The columns in a data frame have a name. These names are important because they are used as column names by DataLink.
Important
In R columns can have empty values (called NA
in R). However, data frames with empty values are not supported by RLink yet.
SetData and GetData
RLink is a DataLink provider but it operates differently. It still uses a data map to specify the mapping between identifiers in AIMMS and names of tables and columns in the source. The difference is that it allows the R code to decide when data is being read or written. For this calls can be made in R using the functions aimms::SetData
and aimms::GetData
from the AIMMS package.
Data can be send from R to AIMMS using:
aimms::SetData( Name , Dataframe )
Data can be send from AIMMS to R using:
Dataframe <- aimms::GetData( Name )
Here Name
is a string and Dataframe
is a data frame.
Both aimms::SetData
and aimms::GetData
have as first argument a name. This is the table name in DataLink jargon, and represents a table specified in the data map. When we call SetData
or GetData
, the table name is used to determine how the names in the data frame are mapped onto the identifiers in AIMMS. Unlike DataRead
and DataWrite
that read and write all tables in the data map, SetData and GetData only write to the one particular table specified as first argument.
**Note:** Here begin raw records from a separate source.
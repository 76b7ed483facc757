"""Dual graphs of nodal curves and stable graphs (boundary strata).

Conventions (docs/theory.md, section 2): vertices are 0-based, legs are labelled by
positive integers (``1..n`` for a stratum of ``Mbar_{g,n}``), loops and
parallel nodes are allowed.  The arithmetic genus is ``sum g_v + E - V + 1``;
a vertex is stable when ``2 g_v - 2 + n_v > 0``, ``n_v`` its valence (legs plus
half-edges, a loop counting twice).  Automorphisms are counted on half-edges:
loop flips and permutations of parallel nodes count.

A :class:`CurveGraph` is built from vertex records (genus and legs of each
component) and a list of nodes (pairs of vertices), or from the one-line
notation with :meth:`CurveGraph.parse`.  The constructor normalises to
canonical form, so ``==`` and ``hash`` compare isomorphism classes (fixing
every leg label) and the stored vertex and node order is canonical.

References
----------
E. Arbarello, M. Cornalba, P. Griffiths, *Geometry of Algebraic Curves II*
(2011), chapter X, section 2 (stable graphs and their automorphisms).

Examples
--------
>>> g = CurveGraph([Vertex(0), Vertex(1, (2, 1))], nodes=[(1, 0)])
>>> g.vertices
(Vertex(genus=0, legs=()), Vertex(genus=1, legs=(1, 2)))
>>> g.nodes, g.genus, g.codim, g.is_stable()
(((0, 1),), 1, 1, False)
>>> StableCurveGraph([(1, ())], nodes=[(0, 0)]).automorphisms
2
>>> StableCurveGraph.parse("g0{3,4}, g0{1,2} | 1-0").notation
'g0{1,2}, g0{3,4} | 0-1'
"""

from __future__ import annotations

from collections.abc import Mapping, Sequence
from typing import NamedTuple

from covertree.errors import GraphError
from covertree.graphs.canonical import certify, check_shape, edge_symmetry_factor
from covertree.unionfind import DisjointSets

__all__ = ["CurveGraph", "StableCurveGraph", "Vertex", "graph_and_order"]


class Vertex(NamedTuple):
    """One component of a nodal curve: its genus and the legs (marked points) on it.

    Examples
    --------
    >>> Vertex(2), Vertex(0, (1, 2))
    (Vertex(genus=2, legs=()), Vertex(genus=0, legs=(1, 2)))
    """

    genus: int
    legs: tuple[int, ...] = ()


class CurveGraph:
    """Connected dual graph of a nodal curve, up to isomorphism fixing legs.

    Parameters
    ----------
    vertices : sequence of Vertex, (genus, legs) pairs or int
        One record per component (0-based in the order given): its genus
        ``>= 0`` and its leg labels (positive integers, each used once); a
        bare integer is a genus with no legs.
    nodes : sequence of (int, int), optional
        Nodes as pairs of vertices; ``(i, i)`` is a loop, repeated pairs are
        parallel nodes.  Default: none (a smooth curve).

    Raises
    ------
    GraphError
        If the graph is empty or disconnected, a record is malformed, a genus
        is negative, a node endpoint is not a vertex or a leg label is
        repeated or not positive.

    Examples
    --------
    >>> a = CurveGraph([(0, [1]), 0, (0, [2])], nodes=[(0, 1), (1, 2)])
    >>> b = CurveGraph([0, (0, [1]), (0, [2])], nodes=[(2, 1), (1, 0)])
    >>> a == b
    False
    >>> a == CurveGraph([(0, [2]), 0, (0, [1])], nodes=[(2, 1), (1, 0)])
    True
    >>> a.valence(2), a.n_vertices, a.n_legs, a.genus_at(1), a.legs_at(2)
    (2, 3, 2, 0, (2,))
    """

    __slots__ = ("_genera", "_edges", "_legs", "_key", "_aut_v")

    def __init__(self, vertices: Sequence, nodes: Sequence[tuple[int, int]] = ()) -> None:
        genera, legs = _records(vertices)
        self._build(genera, nodes, legs)

    @classmethod
    def _from_parts(cls, genera: Sequence[int], edges: Sequence[tuple[int, int]],
                    legs: Sequence[Sequence[int]] | None = None) -> "CurveGraph":
        """Internal constructor from plain tuples (genera, nodes, legs per vertex)."""
        graph = cls.__new__(cls)
        graph._build(genera, edges, legs)
        return graph

    @classmethod
    def parse(cls, text: str) -> "CurveGraph":
        """The graph written in covertree's one-line notation.

        See :mod:`covertree.graphs.notation`; a :class:`StableCurveGraph` is
        returned when the graph is stable (``StableCurveGraph.parse`` refuses
        unstable ones).

        Examples
        --------
        >>> CurveGraph.parse("g0{1} | 0-0"), CurveGraph.parse("g0 | 0-0")
        (<StableCurveGraph g0{1} | 0-0>, <CurveGraph g0 | 0-0>)
        """
        from covertree.graphs.notation import parse_graph

        graph = parse_graph(text)
        if not isinstance(graph, cls):
            return cls._from_parts(graph._genera, graph._edges, graph._legs)
        return graph

    def _build(self, genera, edges, legs) -> None:
        genera, edges, legs = _validated(genera, edges, legs)
        self._check_extra(genera, edges, legs)
        key, order, aut_v = certify(genera, edges, legs)
        self._set(*_relabelled(genera, edges, legs, order), key, aut_v)

    def _check_extra(self, genera: tuple, edges: tuple, legs: tuple) -> None:
        """Hook for subclasses: further conditions on the validated input."""

    def _set(self, genera, edges, legs, key, aut_v) -> None:
        for name, value in zip(CurveGraph.__slots__, (genera, edges, legs, key, aut_v)):
            object.__setattr__(self, name, value)

    @classmethod
    def _from_canonical(cls, genera, edges, legs, key, aut_v):
        """Trusted fast constructor from data already in canonical form."""
        graph = cls.__new__(cls)
        graph._set(genera, edges, legs, key, aut_v)
        return graph

    def __setattr__(self, name, value):
        raise AttributeError(f"{type(self).__name__} is immutable")

    # -- data ----------------------------------------------------------------
    @property
    def vertices(self) -> tuple[Vertex, ...]:
        """One :class:`Vertex` record per component, in canonical vertex order."""
        return tuple(Vertex(g, x) for g, x in zip(self._genera, self._legs))

    @property
    def nodes(self) -> tuple[tuple[int, int], ...]:
        """Nodes ``(i, j)`` with ``i <= j`` in canonical order (``i == j``: loop)."""
        return self._edges

    @property
    def vertex_genera(self) -> tuple[int, ...]:
        """Genus of each vertex, in canonical vertex order."""
        return self._genera

    @property
    def vertex_legs(self) -> tuple[tuple[int, ...], ...]:
        """Sorted leg labels at each vertex, in canonical vertex order."""
        return self._legs

    def genus_at(self, v: int) -> int:
        """Genus of vertex ``v``."""
        return self._genera[v]

    def legs_at(self, v: int) -> tuple[int, ...]:
        """Sorted leg labels at vertex ``v``."""
        return self._legs[v]

    @property
    def key(self) -> tuple[int, ...]:
        """Canonical certificate: a tuple of ints, equal iff isomorphic."""
        return self._key

    @property
    def n_vertices(self) -> int:
        return len(self._genera)

    @property
    def n_nodes(self) -> int:
        return len(self._edges)

    @property
    def n_legs(self) -> int:
        return sum(len(x) for x in self._legs)

    @property
    def codim(self) -> int:
        """Codimension of the stratum: the number of edges."""
        return len(self._edges)

    @property
    def genus(self) -> int:
        """Arithmetic genus ``sum g_v + E - V + 1``."""
        return sum(self._genera) + len(self._edges) - len(self._genera) + 1

    @property
    def automorphisms(self) -> int:
        """Order of the automorphism group on half-edges (legs fixed)."""
        return self._aut_v * edge_symmetry_factor(self._edges)

    @property
    def notation(self) -> str:
        """The canonical one-line notation (see :mod:`covertree.graphs.notation`)."""
        from covertree.graphs.notation import format_graph

        return format_graph(self)

    def valence(self, v: int) -> int:
        """Legs plus half-edges at vertex ``v`` (a loop counts twice)."""
        ends = sum((a == v) + (b == v) for a, b in self._edges)
        return len(self._legs[v]) + ends

    def is_stable(self) -> bool:
        """Whether every vertex satisfies ``2 g_v - 2 + n_v > 0``."""
        return _unstable_vertex(self._genera, self._edges, self._legs) is None

    # -- conversions ---------------------------------------------------------
    def to_dict(self) -> dict:
        """JSON-ready description (the contract of the JSON outputs).

        Examples
        --------
        >>> StableCurveGraph([(1, [1])]).to_dict()
        {'vertices': [{'genus': 1, 'legs': [1]}], 'edges': [], 'automorphisms': 1, 'codim': 0, 'notation': 'g1{1}'}
        """
        return {
            "vertices": [{"genus": g, "legs": list(x)} for g, x in zip(self._genera, self._legs)],
            "edges": [[a, b] for a, b in self._edges],
            "automorphisms": self.automorphisms,
            "codim": self.codim,
            "notation": self.notation,
        }

    @classmethod
    def from_dict(cls, data: Mapping) -> "CurveGraph":
        """Inverse of :meth:`to_dict` (extra keys are ignored).

        Examples
        --------
        >>> g = StableCurveGraph([(0, [1]), (0, [2])], nodes=[(0, 1)] * 2)
        >>> StableCurveGraph.from_dict(g.to_dict()) == g
        True
        """
        try:
            genera = [v["genus"] for v in data["vertices"]]
            legs = [v.get("legs", []) for v in data["vertices"]]
            edges = [tuple(e) for e in data["edges"]]
        except (KeyError, TypeError, AttributeError) as error:
            raise GraphError(f"not a graph description: missing or malformed {error}") from None
        return cls._from_parts(genera, edges, legs)

    def relabel_legs(self, mapping: Mapping[int, int]) -> "CurveGraph":
        """The graph with leg ``j`` renamed ``mapping[j]`` (labels not in the
        mapping are kept).

        Examples
        --------
        >>> g = StableCurveGraph([(0, [1, 2]), (0, [3, 4])], nodes=[(0, 1)])
        >>> g.relabel_legs({2: 3, 3: 2}).notation
        'g0{1,3}, g0{2,4} | 0-1'
        """
        legs = [[mapping.get(j, j) for j in x] for x in self._legs]
        return type(self)._from_parts(self._genera, self._edges, legs)

    # -- comparison ----------------------------------------------------------
    def __eq__(self, other) -> bool:
        if not isinstance(other, CurveGraph):
            return NotImplemented
        return self._key == other._key

    def __lt__(self, other: "CurveGraph") -> bool:
        return (self.codim, self._key) < (other.codim, other._key)

    def __hash__(self) -> int:
        return hash(self._key)

    def __str__(self) -> str:
        return self.notation

    def __repr__(self) -> str:
        return f"<{type(self).__name__} {self.notation}>"

    def __reduce__(self):
        return (type(self), (self.vertices, self._edges))


class StableCurveGraph(CurveGraph):
    """A stable graph: a :class:`CurveGraph` all of whose vertices are stable.

    Raises
    ------
    GraphError
        Naming the first unstable vertex (input numbering).

    Examples
    --------
    >>> StableCurveGraph([(0, [1, 2]), 2], nodes=[(0, 1)]).genus
    2
    >>> StableCurveGraph([(0, [1]), (0, [2, 3])], nodes=[(0, 1)])
    Traceback (most recent call last):
    ...
    covertree.errors.GraphError: vertex 0 (genus 0, valence 2) is unstable: 2g - 2 + valence must be positive
    """

    __slots__ = ()

    def _check_extra(self, genera: tuple, edges: tuple, legs: tuple) -> None:
        v = _unstable_vertex(genera, edges, legs)
        if v is not None:
            valence = len(legs[v]) + sum((a == v) + (b == v) for a, b in edges)
            raise GraphError(
                f"vertex {v} (genus {genera[v]}, valence {valence}) is unstable: "
                "2g - 2 + valence must be positive"
            )


def graph_and_order(genera: Sequence[int], edges: Sequence[tuple[int, int]],
                    legs: Sequence[Sequence[int]] | None = None) -> tuple[CurveGraph, tuple[int, ...]]:
    """A :class:`StableCurveGraph` when the graph is stable, else a
    :class:`CurveGraph`, with the canonical vertex order behind it (the input
    vertex at each canonical position, as in
    :func:`covertree.graphs.canonical.canonical_form`), from one canonical form.

    >>> graph, order = graph_and_order([1, 0], [(0, 1)], [[], [1, 2]])
    >>> graph.notation, order, type(graph).__name__
    ('g0{1,2}, g1 | 0-1', (1, 0), 'StableCurveGraph')
    """
    genera, edges, legs = _validated(genera, edges, legs)
    key, order, aut_v = certify(genera, edges, legs)
    kind = StableCurveGraph if _unstable_vertex(genera, edges, legs) is None else CurveGraph
    return kind._from_canonical(*_relabelled(genera, edges, legs, order), key, aut_v), tuple(order)


def _unstable_vertex(genera, edges, legs) -> int | None:
    valence = [len(x) for x in legs]
    for a, b in edges:
        valence[a] += 1
        valence[b] += 1
    for v, g in enumerate(genera):
        if 2 * g - 2 + valence[v] <= 0:
            return v
    return None


def _records(vertices: Sequence) -> tuple[list, list]:
    """Split vertex records (Vertex, (genus, legs) or bare genus) into genera and legs."""
    if isinstance(vertices, (str, bytes)):
        raise GraphError(f"vertices must be a sequence of (genus, legs) records, not {vertices!r}")
    genera, legs = [], []
    for v, record in enumerate(vertices):
        if isinstance(record, int) and not isinstance(record, bool):
            record = (record, ())
        try:
            genus, labels = record
            labels = tuple(labels)
        except (TypeError, ValueError):
            raise GraphError(f"vertex {v}: {record!r} is not a (genus, legs) record") from None
        genera.append(genus)
        legs.append(labels)
    return genera, legs


def _validated(genera, edges, legs) -> tuple[tuple, tuple, tuple]:
    genera = tuple(genera)
    if not genera:
        raise GraphError("a graph needs at least one vertex")
    for v, g in enumerate(genera):
        if not isinstance(g, int) or isinstance(g, bool) or g < 0:
            raise GraphError(f"vertex {v} has genus {g!r}; genera are integers >= 0")
    legs = tuple(tuple(x) for x in legs) if legs is not None else ((),) * len(genera)
    edges = tuple(tuple(e) for e in edges)
    check_shape(genera, edges, legs)
    _check_legs(legs)
    _check_connected(len(genera), edges)
    return genera, edges, legs


def _check_legs(legs: tuple) -> None:
    seen: set[int] = set()
    for v, labels in enumerate(legs):
        for j in labels:
            if not isinstance(j, int) or isinstance(j, bool) or j <= 0:
                raise GraphError(f"leg label {j!r} at vertex {v} is not a positive integer")
            if j in seen:
                raise GraphError(f"leg {j} appears twice")
            seen.add(j)


def _check_connected(n: int, edges: tuple) -> None:
    sets = DisjointSets(n)
    for a, b in edges:
        sets.union(a, b)
    if sets.count() > 1:
        raise GraphError(f"the graph is disconnected ({sets.count()} components)")


def _relabelled(genera, edges, legs, order) -> tuple[tuple, tuple, tuple]:
    inv = [0] * len(order)
    for pos, v in enumerate(order):
        inv[v] = pos
    new_edges = sorted((min(inv[a], inv[b]), max(inv[a], inv[b])) for a, b in edges)
    return (
        tuple(genera[v] for v in order),
        tuple(new_edges),
        tuple(tuple(sorted(legs[v])) for v in order),
    )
Now we can describe the setup of DataLink to Assume the AIMMS model contains a parameter AIMMS_age
that has as domain an index from set AIMMS_name
. Then the data frame described above can be read from R using aimms::SetData
.
First we have to create a data map:
dl::DataTables+={'MyDataFrame'};
empty DataMap;
DataMap(dl::dt,dl::idn,dl::cn,dl::dn) += data {
!( table_name , identifier , col , dom ) : name_in_dataframe
( MyDataFrame , AIMMS_Name , 1 , 1 ) : "Name",
( MyDataFrame , AIMMS_age , 2 , 0 ) : "Age"
} ;
In the first line we add MyDataFrame
to the set of tables in DataLink and then we reset the 4D string parameter DataMap.
Then we assign the names of the columns in the data frame (the string on the right hand side), to the 4D domain of DataMap. The first domain of DataMap is the table name which we just added, followed by the identifiers in AIMMS. Then we specify the column number followed by the domain number. The domain number is 0 when it is a parameter, and it has all identifiers with a non zero domain number as domain.
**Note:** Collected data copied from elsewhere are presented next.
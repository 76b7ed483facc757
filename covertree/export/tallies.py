"""JSON rendering of the tallies of the type engine.

The document has the shape of the catalogue's JSON
(:mod:`covertree.export.catalogue`) without the per-cover data: no
``"covers"`` and no ``"n_covers"`` key; ``total_weight``, ``by_source``,
``hurwitz_number`` and ``identity`` per stratum mean the same and agree with
the list engine.  Added keys: ``"engine": "types"`` at the top and
``"by_profiles"`` per stratum::

    {"problem": {...}, "hurwitz_number": "p/q", "engine": "types",
     "strata": [{"base": GRAPH, "codim": k, "orbit_size": n, "total_weight": "p/q",
                 "by_source": [{"stable_source": GRAPH, "weight": "p/q"}, ...],
                 "by_profiles": [{"edge_profiles": [[int, ...], ...], "weight": "p/q"}, ...],
                 "hurwitz_number": "p/q", "identity": true}, ...]}

Examples
--------
>>> from covertree.hurwitz.problem import HurwitzProblem
>>> from covertree.tallies.types import tally_catalogue
>>> doc = tallies_to_dict(tally_catalogue(HurwitzProblem.build(2, 0, genus=2), max_codim=1))
>>> doc["hurwitz_number"], [s["total_weight"] for s in doc["strata"]], "covers" in doc["strata"][0]
('1/2', ['1/2', '1/2', '1/2'], False)
"""

from __future__ import annotations


from covertree.export.catalogue import problem_to_dict
from covertree.export.rational import rational_str
from covertree.tallies.types import TallyCatalogue, TypeTally
from covertree.export.jsontext import json_text

__all__ = ["tally_to_dict", "tallies_to_dict", "tallies_to_json"]


def tally_to_dict(tally: TypeTally) -> dict:
    """One entry of ``"strata"``."""
    return {
        "base": tally.base.graph.to_dict(),
        "codim": tally.base.graph.codim,
        "orbit_size": tally.base.orbit_size,
        "total_weight": rational_str(tally.total_weight),
        "by_source": [{"stable_source": g.to_dict(), "weight": rational_str(w)} for g, w in tally.by_source()],
        "by_profiles": [{"edge_profiles": [list(p) for p in profiles], "weight": rational_str(w)}
                        for profiles, w in tally.by_profiles()],
        "hurwitz_number": rational_str(tally.hurwitz_number),
        "identity": tally.identity_holds,
    }


def tallies_to_dict(tallies: TallyCatalogue) -> dict:
    """The whole document as a dict."""
    return {
        "problem": problem_to_dict(tallies.problem, tallies.codim),
        "hurwitz_number": rational_str(tallies.hurwitz_number),
        "engine": "types",
        "strata": [tally_to_dict(t) for t in tallies.strata],
    }


def tallies_to_json(tallies: TallyCatalogue) -> str:
    """The JSON document (indented, keys in a fixed order)."""
    return json_text(tallies_to_dict(tallies))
To associate the data map with a map name do:
MapName:="MyMapName";
dl::RemoveDataSourceMapping(MapName);
dl::AddDataSourceMapping( MapName, DataMap,
dl::DependEmpty,dl::TableAttributesEmpty,dl::ColAttributeEmpty);
To read the data from data frame df
in R into AIMMS_name and AIMMS_age, we can do:
dl::ExecScript("aimms::SetData(\"MyDataFrame\",df)",MapName,XA);
Here the second argument of SetData is the data frame df
from which is being read.
To write to data frame df
in R we can do:
dl::ExecScript("df <- aimms::GetData(\"MyDataFrame\")",MapName,XA);
GetData
only has the table name as argument and returns a data frame.
Important
Other DataLink providers use functions DataRead
and DataWrite
for passing data. They are not supported in RLink.